#### Instructions to follow
Output all the records below, word for word.

Dataset entries
----

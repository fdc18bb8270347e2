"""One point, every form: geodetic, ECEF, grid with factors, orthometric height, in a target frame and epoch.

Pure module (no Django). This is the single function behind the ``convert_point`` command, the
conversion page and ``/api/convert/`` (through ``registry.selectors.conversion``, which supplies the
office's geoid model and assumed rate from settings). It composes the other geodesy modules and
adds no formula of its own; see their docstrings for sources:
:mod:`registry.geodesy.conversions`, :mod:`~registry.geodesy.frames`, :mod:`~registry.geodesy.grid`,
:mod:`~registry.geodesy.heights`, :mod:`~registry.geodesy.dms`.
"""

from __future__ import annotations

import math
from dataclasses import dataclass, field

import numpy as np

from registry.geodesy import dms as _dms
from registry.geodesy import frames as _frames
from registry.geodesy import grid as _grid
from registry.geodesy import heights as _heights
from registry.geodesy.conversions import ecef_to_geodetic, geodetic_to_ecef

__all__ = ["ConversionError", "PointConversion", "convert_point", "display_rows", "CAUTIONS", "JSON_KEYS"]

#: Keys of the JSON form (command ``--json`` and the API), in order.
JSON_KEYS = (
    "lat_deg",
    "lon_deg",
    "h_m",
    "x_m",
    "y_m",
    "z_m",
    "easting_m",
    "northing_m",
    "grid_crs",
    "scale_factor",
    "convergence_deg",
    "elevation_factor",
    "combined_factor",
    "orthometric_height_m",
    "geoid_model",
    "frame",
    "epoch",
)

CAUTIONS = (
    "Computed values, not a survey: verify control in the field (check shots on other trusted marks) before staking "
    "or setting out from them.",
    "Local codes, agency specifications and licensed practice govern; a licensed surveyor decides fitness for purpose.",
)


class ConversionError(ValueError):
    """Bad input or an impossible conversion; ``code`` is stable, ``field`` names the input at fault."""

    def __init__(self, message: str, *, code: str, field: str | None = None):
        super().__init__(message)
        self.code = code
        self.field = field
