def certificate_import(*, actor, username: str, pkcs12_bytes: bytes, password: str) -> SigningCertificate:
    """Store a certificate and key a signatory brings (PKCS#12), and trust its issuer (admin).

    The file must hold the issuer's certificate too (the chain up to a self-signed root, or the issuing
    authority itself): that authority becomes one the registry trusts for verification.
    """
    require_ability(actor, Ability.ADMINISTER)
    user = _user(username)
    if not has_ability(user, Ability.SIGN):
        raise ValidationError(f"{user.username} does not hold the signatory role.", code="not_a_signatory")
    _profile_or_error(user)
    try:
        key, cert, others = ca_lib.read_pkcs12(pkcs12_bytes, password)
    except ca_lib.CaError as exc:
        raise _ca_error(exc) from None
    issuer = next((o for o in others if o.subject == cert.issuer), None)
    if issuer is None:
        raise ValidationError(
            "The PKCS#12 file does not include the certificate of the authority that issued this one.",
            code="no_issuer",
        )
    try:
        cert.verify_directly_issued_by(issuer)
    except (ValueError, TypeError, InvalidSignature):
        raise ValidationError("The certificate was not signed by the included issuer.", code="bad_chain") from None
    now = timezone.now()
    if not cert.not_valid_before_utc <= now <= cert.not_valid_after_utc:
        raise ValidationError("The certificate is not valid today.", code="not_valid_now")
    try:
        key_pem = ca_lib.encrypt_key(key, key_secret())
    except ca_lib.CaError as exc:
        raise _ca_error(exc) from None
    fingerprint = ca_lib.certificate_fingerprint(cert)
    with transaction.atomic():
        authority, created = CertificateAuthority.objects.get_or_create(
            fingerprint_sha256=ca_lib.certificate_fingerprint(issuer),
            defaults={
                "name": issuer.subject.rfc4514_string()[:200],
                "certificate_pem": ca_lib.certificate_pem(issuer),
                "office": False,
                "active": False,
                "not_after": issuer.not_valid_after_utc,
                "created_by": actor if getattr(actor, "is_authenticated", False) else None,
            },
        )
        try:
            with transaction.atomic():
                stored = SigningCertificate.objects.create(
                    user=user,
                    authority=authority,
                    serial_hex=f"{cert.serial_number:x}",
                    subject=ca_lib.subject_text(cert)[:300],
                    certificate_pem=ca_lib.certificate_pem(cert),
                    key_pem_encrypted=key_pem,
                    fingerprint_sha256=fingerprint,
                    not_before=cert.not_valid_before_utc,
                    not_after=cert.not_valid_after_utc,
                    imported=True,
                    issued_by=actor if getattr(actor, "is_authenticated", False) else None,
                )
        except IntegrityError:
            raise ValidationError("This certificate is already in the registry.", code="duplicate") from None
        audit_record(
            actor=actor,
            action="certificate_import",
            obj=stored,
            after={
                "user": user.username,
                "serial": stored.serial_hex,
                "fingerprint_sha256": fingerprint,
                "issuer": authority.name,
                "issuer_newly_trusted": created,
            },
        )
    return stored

----

#### Result for this task
repository fdc18bb8270347e2
"""One point, every form: geodetic, ECEF, grid with factors, orthometric height, in a target frame and epoch.

Pure module (no Django). This is the single function behind the ``convert_point`` command, the
conversion page and ``/api/convert/`` (through ``registry.selectors.conversion``, which supplies the
office's geoid model and assumed rate from settings). It composes the other geodesy modules and
adds no formula of its own; see their docstrings for sources:
:mod:`registry.geodesy.conversions`, :mod:`~registry.geodesy.frames`, :mod:`~registry.geodesy.grid`,
:mod:`~registry.geodesy.heights`, :mod:`~registry.geodesy.dms`.
"""

from __future__ import annotations

import math
from dataclasses import dataclass, field

import numpy as np

from registry.geodesy import dms as _dms
from registry.geodesy import frames as _frames
from registry.geodesy import grid as _grid
from registry.geodesy import heights as _heights
from registry.geodesy.conversions import ecef_to_geodetic, geodetic_to_ecef

__all__ = ["ConversionError", "PointConversion", "convert_point", "display_rows", "CAUTIONS", "JSON_KEYS"]

#: Keys of the JSON form (command ``--json`` and the API), in order.
JSON_KEYS = (
    "lat_deg",
    "lon_deg",
    "h_m",
    "x_m",
    "y_m",
    "z_m",
    "easting_m",
    "northing_m",
    "grid_crs",
    "scale_factor",
    "convergence_deg",
    "elevation_factor",
    "combined_factor",
    "orthometric_height_m",
    "geoid_model",
    "frame",
    "epoch",
)

CAUTIONS = (
    "Computed values, not a survey: verify control in the field (check shots on other trusted marks) before staking "
    "or setting out from them.",
    "Local codes, agency specifications and licensed practice govern; a licensed surveyor decides fitness for purpose.",
)


class ConversionError(ValueError):
    """Bad input or an impossible conversion; ``code`` is stable, ``field`` names the input at fault."""

    def __init__(self, message: str, *, code: str, field: str | None = None):
        super().__init__(message)
        self.code = code
        self.field = field
def certificate_import(*, actor, username: str, pkcs12_bytes: bytes, password: str) -> SigningCertificate:
    """Store a certificate and key a signatory brings (PKCS#12), and trust its issuer (admin).

    The file must hold the issuer's certificate too (the chain up to a self-signed root, or the issuing
    authority itself): that authority becomes one the registry trusts for verification.
    """
    require_ability(actor, Ability.ADMINISTER)
    user = _user(username)
    if not has_ability(user, Ability.SIGN):
        raise ValidationError(f"{user.username} does not hold the signatory role.", code="not_a_signatory")
    _profile_or_error(user)
    try:
        key, cert, others = ca_lib.read_pkcs12(pkcs12_bytes, password)
    except ca_lib.CaError as exc:
        raise _ca_error(exc) from None
    issuer = next((o for o in others if o.subject == cert.issuer), None)
    if issuer is None:
        raise ValidationError(
            "The PKCS#12 file does not include the certificate of the authority that issued this one.",
            code="no_issuer",
        )
    try:
        cert.verify_directly_issued_by(issuer)
    except (ValueError, TypeError, InvalidSignature):
        raise ValidationError("The certificate was not signed by the included issuer.", code="bad_chain") from None
    now = timezone.now()
    if not cert.not_valid_before_utc <= now <= cert.not_valid_after_utc:
        raise ValidationError("The certificate is not valid today.", code="not_valid_now")
    try:
        key_pem = ca_lib.encrypt_key(key, key_secret())
    except ca_lib.CaError as exc:
        raise _ca_error(exc) from None
    fingerprint = ca_lib.certificate_fingerprint(cert)
    with transaction.atomic():
        authority, created = CertificateAuthority.objects.get_or_create(
            fingerprint_sha256=ca_lib.certificate_fingerprint(issuer),
            defaults={
                "name": issuer.subject.rfc4514_string()[:200],
                "certificate_pem": ca_lib.certificate_pem(issuer),
                "office": False,
                "active": False,
                "not_after": issuer.not_valid_after_utc,
                "created_by": actor if getattr(actor, "is_authenticated", False) else None,
            },
        )
        try:
            with transaction.atomic():
                stored = SigningCertificate.objects.create(
                    user=user,
                    authority=authority,
                    serial_hex=f"{cert.serial_number:x}",
                    subject=ca_lib.subject_text(cert)[:300],
                    certificate_pem=ca_lib.certificate_pem(cert),
                    key_pem_encrypted=key_pem,
                    fingerprint_sha256=fingerprint,
                    not_before=cert.not_valid_before_utc,
                    not_after=cert.not_valid_after_utc,
                    imported=True,
                    issued_by=actor if getattr(actor, "is_authenticated", False) else None,
                )
        except IntegrityError:
            raise ValidationError("This certificate is already in the registry.", code="duplicate") from None
        audit_record(
            actor=actor,
            action="certificate_import",
            obj=stored,
            after={
                "user": user.username,
                "serial": stored.serial_hex,
                "fingerprint_sha256": fingerprint,
                "issuer": authority.name,
                "issuer_newly_trusted": created,
            },
        )
    return stored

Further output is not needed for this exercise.